ENCYCLOPEDIA OF CHINA TODAY

A bad workman may blame his tools, but if his tools are inadequate or outdated, he can scarcely be expected to do a reasonable job. Good works of reference, fully researched, and kept up to date are essentials for anyone dealing with words and facts.

That is why the revised Encyclopedia of China Today by Frederic M. Kaplan and Julian M. Sabin is welcome. Published by Macmillan (ISBN 0 333 32447 1), in the three years since the first edition it has grown in scope and size from 336 to 446 pages. It includes an excellent, if necessarily brief chapter on the arts, crafts and archaeology, mentioning the work of the farmer-painters of Huainan (see Hemisphere, July 1997), one of whose works is illustrated at right. An important change is that the end-paper maps have their place-names in pinyin.

The sections of the book dealing with history and with geography are as packed with factual information as the rest of this wide-raging publication: international relations, agriculture (conventional tractor output up to 156, 000 in 1977 from 23000 in 1965), brief biographical notices about prominent political figures, the economy, education political figures, the economy, education, health, and the arts and culture generally.

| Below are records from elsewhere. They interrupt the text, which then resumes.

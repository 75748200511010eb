package build

import (
	"cmp"
	"fmt"
	"math"
	"slices"

	"batchwright/bom/document"
	"batchwright/bom/part"
	"batchwright/bom/quantity"
	"batchwright/bom/series"
)

// chooseKeys are the keys of an open position.
var chooseKeys = []string{"families", "tolerances", "values", "around", "within", "series", "combine", "lots"}

// readOpening reads what may be chosen for a part; nil where nothing is open.
func (r *reader) readOpening(s stageNode, p *Place, n *document.Node, family *part.Family) *Opening {
	at := n.Get("choose")
	if at == nil {
		return nil
	}
	if !r.Keys(at, chooseKeys...) && at.Kind != document.Mapping {
		return nil
	}
	o := Opening{Positions: []string{s.Name + "." + p.Role}, Type: p.Type, node: n}
	o.Families = r.readOpenFamilies(at, p.Type, family)
	o.Tolerances = r.readOpenTolerances(at, o.Families)
	o.Combines = r.readCombine(at.Get("combine"), p)
	o.Values = r.readOpenValues(at, p, &o)
	o.Lots = r.readOpenLots(at.Get("lots"))
	if o.paired() {
		r.reserve(p.Part.Ref)
		r.readPairValues(at, p, n, &o)
	}
	if len(o.Families) == 0 {
		return nil // complained of
	}
	r.build.Openings = append(r.build.Openings, o)
	return &r.build.Openings[len(r.build.Openings)-1]
}

// readOpenFamilies reads the families to choose from; the part's own where
// none are listed.
func (r *reader) readOpenFamilies(at *document.Node, t part.Type, family *part.Family) []string {
	list := at.Get("families")
	if list == nil {
		if family == nil {
			r.Add(at, "missing key families", "the families to choose from, or a family on the part")
			return nil
		}
		return []string{family.Name}
	}
	var names []string
	for _, n := range r.items(list, "families") {
		if f := r.familyOf(n, t); f != nil {
			names = append(names, f.Name)
		}
	}
	return names
}

// items are the entries of a list that must not be empty.
func (r *reader) items(n *document.Node, what string) []*document.Node {
	items, ok := r.Items(n)
	if ok && len(items) == 0 {
		r.Add(n, "empty list of "+what, "at least one")
	}
	return items
}

// readOpenTolerances reads the grades to choose from, each of which at least
// one family must be sold in.
func (r *reader) readOpenTolerances(at *document.Node, families []string) []float64 {
	list := at.Get("tolerances")
	if list == nil {
		return nil
	}
	var grades []float64
	for _, n := range r.items(list, "tolerances") {
		q, ok := r.Quantity(n, quantity.Percent)
		if !ok {
			continue
		}
		if !r.soldInAny(families, q.Value) {
			r.Add(n, "tolerance", fmt.Sprintf("a grade that one of %v is sold in", families))
			continue
		}
		grades = append(grades, q.Value)
	}
	return grades
}

func sold(f *part.Family, tolerance float64) bool {
	_, ok := f.Grade(tolerance)
	return ok
}

func (r *reader) soldInAny(families []string, tolerance float64) bool {
	for _, name := range families {
		if f, ok := r.build.Families.Family(name); ok && sold(f, tolerance) {
			return true
		}
	}
	return len(families) == 0
}

// readOpenValues reads the values to choose from, listed or around one; of a
// trimmer, the ranges.
func (r *reader) readOpenValues(at *document.Node, p *Place, o *Opening) []Worth {
	list, around := at.Get("values"), at.Get("around")
	switch {
	case list == nil && around == nil && !o.paired() && (at.Get("within") != nil || at.Get("series") != nil):
		r.Add(at, "within or series without around", "around: the value to stay near, or values: a list")
		return nil
	case list == nil && around == nil:
		return nil
	case !p.Single():
		r.Add(at, "values of a "+string(p.Type), "families and tolerances only")
		return nil
	case list != nil && r.besideValues(at):
		return nil
	case list == nil && p.Type.Trimmer():
		r.Add(around, "around a trimmer's range", "values: a list of ranges")
		return nil
	case list == nil:
		return r.readAround(at, around, p, o)
	}
	var values []Worth
	for _, n := range r.items(list, "values") {
		if w, ok := r.readWorth(n, p.Type); ok {
			values = append(values, w)
		}
	}
	return values
}

// readWorth reads a value more than zero, or a trimmer's range.
func (r *reader) readWorth(n *document.Node, t part.Type) (Worth, bool) {
	w := Worth{Text: n.Value}
	if t.Trimmer() {
		low, high, err := quantity.ParseRange(n.Value, t.Unit())
		if n.Kind != document.Scalar || err != nil || !(low.Value >= 0 && low.Value < high.Value) {
			r.Add(n, "trimmer's range", "two values with a unit, low..high, such as 4..34 pF or 0..10 kΩ")
			return w, false
		}
		w.Low, w.High = low.Value, high.Value
		return w, true
	}
	if !r.read(n, t.Unit(), &w.High) {
		return w, false
	}
	if !(w.High > 0) {
		r.Add(n, "value", "more than zero")
		return w, false
	}
	w.Low = w.High
	return w, true
}

// readAround reads `around: 220 pF, within: 10 %, series: E24`.
func (r *reader) readAround(at, around *document.Node, p *Place, o *Opening) []Worth {
	var centre, within float64
	name := "E24"
	ok := r.readCentre(around, p.Type, &centre)
	if at.Get("within") == nil && o.paired() {
		within = pairWithin
	} else if n := r.Need(at, "within", "how far from it, such as 10 %"); !r.readWithin(n, &within) {
		ok = false
	}
	if n := at.Get("series"); n != nil {
		name, _ = r.Word(n, "a series", series.Names()...)
	}
	if !ok || name == "" {
		return nil
	}
	values := series.Between(name, centre*(1-within), centre*(1+within))
	if len(values) == 0 && o.paired() && !slices.Contains(o.Combines, Single) {
		values = []float64{centre} // what two pieces are to come to
	}
	if len(values) == 0 {
		r.Add(around, "around", "a value with "+name+" values within "+quantity.Format(within, quantity.Percent, 3)+" of it")
		return nil
	}
	sortByDistance(values, centre)
	list := make([]Worth, len(values))
	for i, v := range values {
		list[i] = Worth{v, v, part.Text(v, p.Type.Unit())}
	}
	return list
}

// besideValues complains of what says how to find values where they are listed.
func (r *reader) besideValues(at *document.Node) bool {
	found := false
	for _, key := range []string{"around", "within", "series"} {
		if n := at.Get(key); n != nil {
			r.Add(n, key+" beside values", "values: a list, or around: one to stay near")
			found = true
		}
	}
	return found
}

// readCentre reads the value to stay near.
func (r *reader) readCentre(n *document.Node, t part.Type, centre *float64) bool {
	if !r.read(n, t.Unit(), centre) {
		return false
	}
	if !(*centre > 0) {
		r.Add(n, "value", "more than zero")
		return false
	}
	return true
}

// readWithin reads how far from it.
func (r *reader) readWithin(n *document.Node, within *float64) bool {
	if n == nil || !r.read(n, quantity.Percent, within) {
		return false // complained of
	}
	if !(*within >= 0 && *within < 1) {
		r.Add(n, "within", "a share of the value from 0 % to below 100 %")
		return false
	}
	return true
}

// sortByDistance puts the value nearest to the centre by ratio first, since
// the first is what an unchosen position is taken to hold.
func sortByDistance(values []float64, centre float64) {
	slices.SortFunc(values, func(a, b float64) int {
		return cmp.Compare(math.Abs(math.Log(a/centre)), math.Abs(math.Log(b/centre)))
	})
}

// readCombine reads how pieces may make up the part.
func (r *reader) readCombine(n *document.Node, p *Place) []Combine {
	if n == nil {
		return nil
	}
	var list []Combine
	for _, item := range r.items(n, "combine") {
		word, ok := r.Word(item, "a combination", combines...)
		switch c := Combine(word); {
		case !ok:
		case c != Single && !joinable(p.Type):
			r.Add(item, word+" of a "+string(p.Type), "single: only resistors, capacitors and coils make up pairs")
		case slices.Contains(list, c):
			r.Add(item, "combination named twice", "each once")
		default:
			list = append(list, c)
		}
	}
	return list
}

// paired says whether two pieces may fill an opening.
func (o Opening) paired() bool {
	return slices.Contains(o.Combines, Parallel) || slices.Contains(o.Combines, InSeries)
}

// readOpenLots reads whether pieces may come from one lot or from mixed ones.
func (r *reader) readOpenLots(n *document.Node) []bool {
	if n == nil {
		return nil
	}
	var list []bool
	for _, item := range r.items(n, "lots") {
		word, ok := r.Word(item, "lots: mixed or one", "mixed", "one")
		switch mixed := word == "mixed"; {
		case !ok:
		case slices.Contains(list, mixed):
			r.Add(item, "lots named twice", "each once")
		default:
			list = append(list, mixed)
		}
	}
	return list
}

There’s a section giving information for travelers and another for businessmen, and the arts and appendices deal, among other things, with publications, transcripts of the Constitution and criminal legislation. A lengthy bibliography. In short, a workmanlike and thoroughly researched book, packed with information about all aspects of China that could interest the writer, the traveler, the businessman -or the reader.